_Records for the exercise_.
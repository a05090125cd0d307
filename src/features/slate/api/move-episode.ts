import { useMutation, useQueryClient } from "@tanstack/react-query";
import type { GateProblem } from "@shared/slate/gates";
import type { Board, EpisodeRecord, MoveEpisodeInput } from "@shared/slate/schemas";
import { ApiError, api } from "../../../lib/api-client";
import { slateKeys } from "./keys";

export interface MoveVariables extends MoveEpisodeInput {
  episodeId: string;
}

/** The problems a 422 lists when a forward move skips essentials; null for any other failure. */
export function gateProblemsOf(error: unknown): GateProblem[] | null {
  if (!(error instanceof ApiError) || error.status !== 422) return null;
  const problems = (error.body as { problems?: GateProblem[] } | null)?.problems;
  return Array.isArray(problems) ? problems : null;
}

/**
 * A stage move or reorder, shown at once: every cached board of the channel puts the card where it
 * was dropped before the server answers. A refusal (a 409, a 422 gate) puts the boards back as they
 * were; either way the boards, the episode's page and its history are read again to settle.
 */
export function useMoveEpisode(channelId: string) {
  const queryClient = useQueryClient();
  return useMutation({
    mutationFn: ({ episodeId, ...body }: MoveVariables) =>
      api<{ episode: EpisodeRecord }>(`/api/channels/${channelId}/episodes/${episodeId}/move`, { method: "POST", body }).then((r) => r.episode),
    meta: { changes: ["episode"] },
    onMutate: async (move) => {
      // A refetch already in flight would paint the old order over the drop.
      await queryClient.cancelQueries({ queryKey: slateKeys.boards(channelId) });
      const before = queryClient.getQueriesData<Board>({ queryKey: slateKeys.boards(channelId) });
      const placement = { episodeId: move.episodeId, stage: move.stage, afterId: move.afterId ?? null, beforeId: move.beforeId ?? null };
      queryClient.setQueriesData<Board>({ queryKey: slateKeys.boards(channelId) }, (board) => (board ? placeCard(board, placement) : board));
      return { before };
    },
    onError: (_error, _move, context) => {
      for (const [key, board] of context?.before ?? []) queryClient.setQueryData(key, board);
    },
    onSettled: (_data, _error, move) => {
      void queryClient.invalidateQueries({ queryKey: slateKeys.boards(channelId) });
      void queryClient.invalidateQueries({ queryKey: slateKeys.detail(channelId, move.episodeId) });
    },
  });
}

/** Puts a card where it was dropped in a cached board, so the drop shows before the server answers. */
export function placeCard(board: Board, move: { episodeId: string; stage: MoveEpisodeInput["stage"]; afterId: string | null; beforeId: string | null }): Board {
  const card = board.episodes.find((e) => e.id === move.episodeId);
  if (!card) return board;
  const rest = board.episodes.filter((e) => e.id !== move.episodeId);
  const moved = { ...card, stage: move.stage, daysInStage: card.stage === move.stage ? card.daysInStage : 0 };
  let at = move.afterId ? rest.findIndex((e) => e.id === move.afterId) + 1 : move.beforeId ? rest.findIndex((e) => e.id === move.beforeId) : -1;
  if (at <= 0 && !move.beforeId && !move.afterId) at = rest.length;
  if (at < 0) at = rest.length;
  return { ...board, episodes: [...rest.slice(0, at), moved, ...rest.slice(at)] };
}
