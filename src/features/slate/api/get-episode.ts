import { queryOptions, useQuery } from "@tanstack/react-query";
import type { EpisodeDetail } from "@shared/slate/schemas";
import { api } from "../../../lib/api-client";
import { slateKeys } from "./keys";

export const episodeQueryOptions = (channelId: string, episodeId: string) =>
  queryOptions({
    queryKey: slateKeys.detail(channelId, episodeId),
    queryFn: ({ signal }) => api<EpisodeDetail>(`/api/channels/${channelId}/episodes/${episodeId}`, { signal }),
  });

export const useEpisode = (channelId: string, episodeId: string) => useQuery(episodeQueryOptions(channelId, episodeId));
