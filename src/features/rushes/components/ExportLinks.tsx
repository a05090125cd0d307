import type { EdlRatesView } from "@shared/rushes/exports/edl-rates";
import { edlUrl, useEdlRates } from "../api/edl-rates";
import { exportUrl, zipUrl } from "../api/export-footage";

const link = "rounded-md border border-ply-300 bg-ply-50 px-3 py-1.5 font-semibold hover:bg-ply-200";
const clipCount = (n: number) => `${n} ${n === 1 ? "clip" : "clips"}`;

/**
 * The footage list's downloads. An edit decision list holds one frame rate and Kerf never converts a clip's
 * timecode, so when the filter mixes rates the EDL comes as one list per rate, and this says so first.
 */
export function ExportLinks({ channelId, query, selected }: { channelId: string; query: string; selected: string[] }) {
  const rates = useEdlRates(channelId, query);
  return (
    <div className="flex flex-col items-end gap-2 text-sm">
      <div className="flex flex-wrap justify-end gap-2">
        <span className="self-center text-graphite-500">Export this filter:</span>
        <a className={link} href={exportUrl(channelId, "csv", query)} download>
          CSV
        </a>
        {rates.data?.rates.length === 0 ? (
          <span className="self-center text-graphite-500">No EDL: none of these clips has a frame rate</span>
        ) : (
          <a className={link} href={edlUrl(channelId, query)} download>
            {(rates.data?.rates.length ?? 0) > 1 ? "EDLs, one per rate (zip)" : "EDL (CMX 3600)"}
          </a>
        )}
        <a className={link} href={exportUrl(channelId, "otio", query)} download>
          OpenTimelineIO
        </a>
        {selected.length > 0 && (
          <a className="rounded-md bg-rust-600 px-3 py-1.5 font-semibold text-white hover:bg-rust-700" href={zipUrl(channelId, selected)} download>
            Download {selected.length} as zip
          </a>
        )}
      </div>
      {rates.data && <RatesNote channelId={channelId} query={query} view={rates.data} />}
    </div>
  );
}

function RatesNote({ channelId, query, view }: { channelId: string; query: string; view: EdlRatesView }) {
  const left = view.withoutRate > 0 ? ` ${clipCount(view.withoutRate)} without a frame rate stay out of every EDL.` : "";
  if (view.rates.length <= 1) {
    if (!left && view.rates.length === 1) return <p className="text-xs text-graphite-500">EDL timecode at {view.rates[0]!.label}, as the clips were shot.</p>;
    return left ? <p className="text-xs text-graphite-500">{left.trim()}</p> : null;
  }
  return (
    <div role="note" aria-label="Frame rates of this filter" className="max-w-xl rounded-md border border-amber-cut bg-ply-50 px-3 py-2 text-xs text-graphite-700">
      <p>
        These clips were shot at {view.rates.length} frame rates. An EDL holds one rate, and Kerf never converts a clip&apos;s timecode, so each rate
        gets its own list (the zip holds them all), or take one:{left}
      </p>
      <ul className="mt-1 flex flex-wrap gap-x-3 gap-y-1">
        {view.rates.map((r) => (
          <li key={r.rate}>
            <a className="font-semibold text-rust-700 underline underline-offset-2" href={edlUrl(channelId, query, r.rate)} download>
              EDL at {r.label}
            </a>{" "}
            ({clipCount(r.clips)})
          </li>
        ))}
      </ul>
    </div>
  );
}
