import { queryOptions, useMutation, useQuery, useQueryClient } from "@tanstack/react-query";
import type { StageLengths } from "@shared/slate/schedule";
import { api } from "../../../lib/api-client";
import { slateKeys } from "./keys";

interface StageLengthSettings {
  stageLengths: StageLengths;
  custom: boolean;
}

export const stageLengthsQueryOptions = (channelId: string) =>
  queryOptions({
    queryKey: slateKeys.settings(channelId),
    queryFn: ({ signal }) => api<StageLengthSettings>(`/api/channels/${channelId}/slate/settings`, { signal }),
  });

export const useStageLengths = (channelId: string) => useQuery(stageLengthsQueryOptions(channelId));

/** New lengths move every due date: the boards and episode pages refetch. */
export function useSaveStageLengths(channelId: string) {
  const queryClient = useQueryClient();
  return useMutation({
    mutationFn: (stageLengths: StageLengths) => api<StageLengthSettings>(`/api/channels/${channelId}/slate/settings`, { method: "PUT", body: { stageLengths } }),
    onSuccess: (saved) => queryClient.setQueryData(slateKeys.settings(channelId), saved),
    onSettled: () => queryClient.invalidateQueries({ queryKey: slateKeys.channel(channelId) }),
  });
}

...

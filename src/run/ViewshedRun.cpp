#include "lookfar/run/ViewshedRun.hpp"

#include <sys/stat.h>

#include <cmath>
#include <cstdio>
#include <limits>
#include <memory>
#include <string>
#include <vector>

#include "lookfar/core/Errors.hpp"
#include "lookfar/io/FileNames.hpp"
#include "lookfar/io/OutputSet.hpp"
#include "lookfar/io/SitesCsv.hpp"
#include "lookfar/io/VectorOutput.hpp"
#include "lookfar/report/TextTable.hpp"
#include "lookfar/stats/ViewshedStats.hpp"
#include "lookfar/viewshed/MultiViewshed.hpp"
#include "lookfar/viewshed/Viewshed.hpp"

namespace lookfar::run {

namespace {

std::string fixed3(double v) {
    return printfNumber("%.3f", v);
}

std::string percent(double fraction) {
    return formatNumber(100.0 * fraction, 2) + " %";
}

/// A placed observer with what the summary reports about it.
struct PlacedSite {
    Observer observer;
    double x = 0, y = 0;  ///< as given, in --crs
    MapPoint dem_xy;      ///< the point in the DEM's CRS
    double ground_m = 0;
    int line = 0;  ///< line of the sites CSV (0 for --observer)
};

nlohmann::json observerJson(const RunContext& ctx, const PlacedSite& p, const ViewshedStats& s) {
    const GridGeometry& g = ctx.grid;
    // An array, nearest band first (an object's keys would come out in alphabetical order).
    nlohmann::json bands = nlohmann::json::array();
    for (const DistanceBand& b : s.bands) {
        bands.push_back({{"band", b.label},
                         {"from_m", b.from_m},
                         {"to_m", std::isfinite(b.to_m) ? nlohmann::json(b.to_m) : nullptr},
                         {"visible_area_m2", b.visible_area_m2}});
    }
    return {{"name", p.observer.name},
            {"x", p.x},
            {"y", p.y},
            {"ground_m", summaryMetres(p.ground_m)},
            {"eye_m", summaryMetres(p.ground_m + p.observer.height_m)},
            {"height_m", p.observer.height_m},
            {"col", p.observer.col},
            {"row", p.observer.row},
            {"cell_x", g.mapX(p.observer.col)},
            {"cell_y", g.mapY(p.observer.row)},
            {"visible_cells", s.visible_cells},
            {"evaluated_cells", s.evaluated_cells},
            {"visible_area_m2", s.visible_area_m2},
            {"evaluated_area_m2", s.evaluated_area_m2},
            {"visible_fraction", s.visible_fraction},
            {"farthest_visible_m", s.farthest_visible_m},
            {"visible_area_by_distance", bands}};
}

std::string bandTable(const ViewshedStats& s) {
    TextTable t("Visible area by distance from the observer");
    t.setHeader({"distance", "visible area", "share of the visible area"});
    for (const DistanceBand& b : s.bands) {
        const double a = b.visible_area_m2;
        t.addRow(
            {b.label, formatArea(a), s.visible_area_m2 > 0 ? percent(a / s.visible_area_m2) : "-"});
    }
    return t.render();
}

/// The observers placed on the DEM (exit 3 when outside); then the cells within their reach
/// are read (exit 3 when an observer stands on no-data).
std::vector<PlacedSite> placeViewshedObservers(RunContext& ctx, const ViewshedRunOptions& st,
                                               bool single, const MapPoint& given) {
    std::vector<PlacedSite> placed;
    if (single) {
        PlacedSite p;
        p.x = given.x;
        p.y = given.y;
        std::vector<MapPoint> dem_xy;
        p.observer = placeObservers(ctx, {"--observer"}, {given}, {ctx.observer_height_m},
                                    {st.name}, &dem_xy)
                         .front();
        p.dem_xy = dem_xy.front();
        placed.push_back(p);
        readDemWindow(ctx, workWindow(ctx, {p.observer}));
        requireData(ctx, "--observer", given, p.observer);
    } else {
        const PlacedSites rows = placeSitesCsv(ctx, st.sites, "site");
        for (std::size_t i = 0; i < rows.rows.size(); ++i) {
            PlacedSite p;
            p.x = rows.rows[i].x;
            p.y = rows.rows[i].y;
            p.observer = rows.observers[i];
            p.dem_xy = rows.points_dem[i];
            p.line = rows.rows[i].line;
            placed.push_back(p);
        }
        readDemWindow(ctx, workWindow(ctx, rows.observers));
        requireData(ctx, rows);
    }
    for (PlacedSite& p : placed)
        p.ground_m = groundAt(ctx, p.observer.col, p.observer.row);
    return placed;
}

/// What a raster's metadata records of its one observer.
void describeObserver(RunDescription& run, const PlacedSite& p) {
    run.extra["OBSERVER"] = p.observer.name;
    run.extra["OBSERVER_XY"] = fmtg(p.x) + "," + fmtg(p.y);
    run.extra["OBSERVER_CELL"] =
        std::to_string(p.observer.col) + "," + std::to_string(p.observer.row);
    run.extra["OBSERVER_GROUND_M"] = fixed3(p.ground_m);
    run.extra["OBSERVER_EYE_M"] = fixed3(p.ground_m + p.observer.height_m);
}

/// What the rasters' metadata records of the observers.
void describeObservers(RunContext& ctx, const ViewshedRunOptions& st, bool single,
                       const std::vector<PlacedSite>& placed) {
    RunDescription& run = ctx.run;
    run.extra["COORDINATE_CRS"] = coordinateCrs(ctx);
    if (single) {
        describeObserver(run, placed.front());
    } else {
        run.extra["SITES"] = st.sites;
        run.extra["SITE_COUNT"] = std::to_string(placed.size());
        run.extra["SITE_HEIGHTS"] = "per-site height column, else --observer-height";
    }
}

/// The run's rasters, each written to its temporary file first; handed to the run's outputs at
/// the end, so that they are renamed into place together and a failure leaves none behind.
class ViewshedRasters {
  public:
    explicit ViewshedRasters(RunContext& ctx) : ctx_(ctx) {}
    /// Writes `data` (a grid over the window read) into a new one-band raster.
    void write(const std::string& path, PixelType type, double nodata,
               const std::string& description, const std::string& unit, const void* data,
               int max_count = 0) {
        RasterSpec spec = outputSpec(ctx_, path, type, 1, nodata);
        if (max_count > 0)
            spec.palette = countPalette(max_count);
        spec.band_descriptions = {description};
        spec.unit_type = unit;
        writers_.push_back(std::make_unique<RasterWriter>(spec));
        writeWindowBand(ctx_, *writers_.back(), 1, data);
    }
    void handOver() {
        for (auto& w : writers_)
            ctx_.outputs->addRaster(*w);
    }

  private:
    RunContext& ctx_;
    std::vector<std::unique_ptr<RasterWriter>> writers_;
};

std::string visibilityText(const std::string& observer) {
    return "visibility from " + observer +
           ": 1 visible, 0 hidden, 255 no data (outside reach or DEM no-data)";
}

_Assignment_. In the data above, find each line that uses the string "hover". Copy it.

_Written answer_.
const link = "rounded-md border border-ply-300 bg-ply-50 px-3 py-1.5 font-semibold hover:bg-ply-200";
          <a className="rounded-md bg-rust-600 px-3 py-1.5 font-semibold text-white hover:bg-rust-700" href={zipUrl(channelId, selected)} download>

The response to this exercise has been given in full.